| AVAILABLE DATA |
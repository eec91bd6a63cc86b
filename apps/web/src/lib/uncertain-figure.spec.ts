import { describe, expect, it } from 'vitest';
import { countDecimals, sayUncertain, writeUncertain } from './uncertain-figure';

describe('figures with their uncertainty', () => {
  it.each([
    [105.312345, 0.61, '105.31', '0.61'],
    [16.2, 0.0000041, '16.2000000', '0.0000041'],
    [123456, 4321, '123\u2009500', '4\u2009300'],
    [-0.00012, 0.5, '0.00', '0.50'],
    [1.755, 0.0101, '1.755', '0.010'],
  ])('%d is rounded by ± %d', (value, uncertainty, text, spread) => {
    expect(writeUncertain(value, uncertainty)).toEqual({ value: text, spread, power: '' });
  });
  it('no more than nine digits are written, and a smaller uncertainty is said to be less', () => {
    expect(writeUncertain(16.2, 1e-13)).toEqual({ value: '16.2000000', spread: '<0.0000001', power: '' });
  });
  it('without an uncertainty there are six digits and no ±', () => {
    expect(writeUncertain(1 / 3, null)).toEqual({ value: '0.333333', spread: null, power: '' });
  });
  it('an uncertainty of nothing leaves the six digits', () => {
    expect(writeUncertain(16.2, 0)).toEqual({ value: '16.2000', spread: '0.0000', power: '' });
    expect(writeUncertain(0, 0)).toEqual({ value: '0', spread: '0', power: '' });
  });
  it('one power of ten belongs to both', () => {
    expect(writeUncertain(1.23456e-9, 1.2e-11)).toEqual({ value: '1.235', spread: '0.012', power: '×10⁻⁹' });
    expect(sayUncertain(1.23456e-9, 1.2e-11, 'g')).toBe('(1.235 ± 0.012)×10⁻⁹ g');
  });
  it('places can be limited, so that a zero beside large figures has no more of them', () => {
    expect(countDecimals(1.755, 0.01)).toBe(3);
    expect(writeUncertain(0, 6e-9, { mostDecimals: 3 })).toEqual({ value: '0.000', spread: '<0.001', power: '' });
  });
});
---
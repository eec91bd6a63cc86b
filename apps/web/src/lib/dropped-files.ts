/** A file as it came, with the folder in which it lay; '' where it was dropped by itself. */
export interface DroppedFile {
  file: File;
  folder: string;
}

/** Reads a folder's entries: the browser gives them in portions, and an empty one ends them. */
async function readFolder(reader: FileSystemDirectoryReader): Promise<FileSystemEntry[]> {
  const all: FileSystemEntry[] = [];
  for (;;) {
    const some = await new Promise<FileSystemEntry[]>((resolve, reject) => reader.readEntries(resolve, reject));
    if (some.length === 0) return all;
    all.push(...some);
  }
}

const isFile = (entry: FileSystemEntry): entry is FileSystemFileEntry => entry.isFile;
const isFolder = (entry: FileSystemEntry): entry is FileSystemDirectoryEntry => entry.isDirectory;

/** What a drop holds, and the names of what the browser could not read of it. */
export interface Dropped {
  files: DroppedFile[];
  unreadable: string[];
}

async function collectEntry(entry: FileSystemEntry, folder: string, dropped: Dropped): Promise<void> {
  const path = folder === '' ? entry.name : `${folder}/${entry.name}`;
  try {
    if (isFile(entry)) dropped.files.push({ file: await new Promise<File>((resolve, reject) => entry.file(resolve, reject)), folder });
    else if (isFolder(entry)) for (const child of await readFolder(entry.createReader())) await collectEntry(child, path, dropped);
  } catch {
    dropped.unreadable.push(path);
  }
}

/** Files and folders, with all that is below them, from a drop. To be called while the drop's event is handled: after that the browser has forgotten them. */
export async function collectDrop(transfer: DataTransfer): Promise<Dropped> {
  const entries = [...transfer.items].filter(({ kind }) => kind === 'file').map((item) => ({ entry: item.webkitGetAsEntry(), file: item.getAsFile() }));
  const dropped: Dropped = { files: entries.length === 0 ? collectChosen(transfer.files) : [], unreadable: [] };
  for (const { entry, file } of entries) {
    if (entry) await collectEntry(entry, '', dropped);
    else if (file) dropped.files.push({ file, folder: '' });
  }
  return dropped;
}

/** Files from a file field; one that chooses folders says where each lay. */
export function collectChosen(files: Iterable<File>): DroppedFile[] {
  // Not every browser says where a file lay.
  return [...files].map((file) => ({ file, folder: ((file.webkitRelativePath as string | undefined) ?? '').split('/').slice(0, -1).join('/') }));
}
---
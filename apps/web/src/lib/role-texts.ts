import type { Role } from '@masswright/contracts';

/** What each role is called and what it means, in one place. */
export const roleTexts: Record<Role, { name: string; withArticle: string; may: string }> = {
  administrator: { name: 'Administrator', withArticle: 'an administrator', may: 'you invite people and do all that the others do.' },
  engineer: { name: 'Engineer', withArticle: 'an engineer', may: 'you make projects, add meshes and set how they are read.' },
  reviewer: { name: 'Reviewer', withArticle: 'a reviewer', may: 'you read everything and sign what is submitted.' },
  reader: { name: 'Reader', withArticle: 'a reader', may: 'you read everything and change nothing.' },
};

| EXERCISE PROMPT |
What lines in the material above hold the string "some"? List them.

| OUTPUT FOR THIS EXERCISE |
    const some = await new Promise<FileSystemEntry[]>((resolve, reject) => reader.readEntries(resolve, reject));
    if (some.length === 0) return all;
    all.push(...some);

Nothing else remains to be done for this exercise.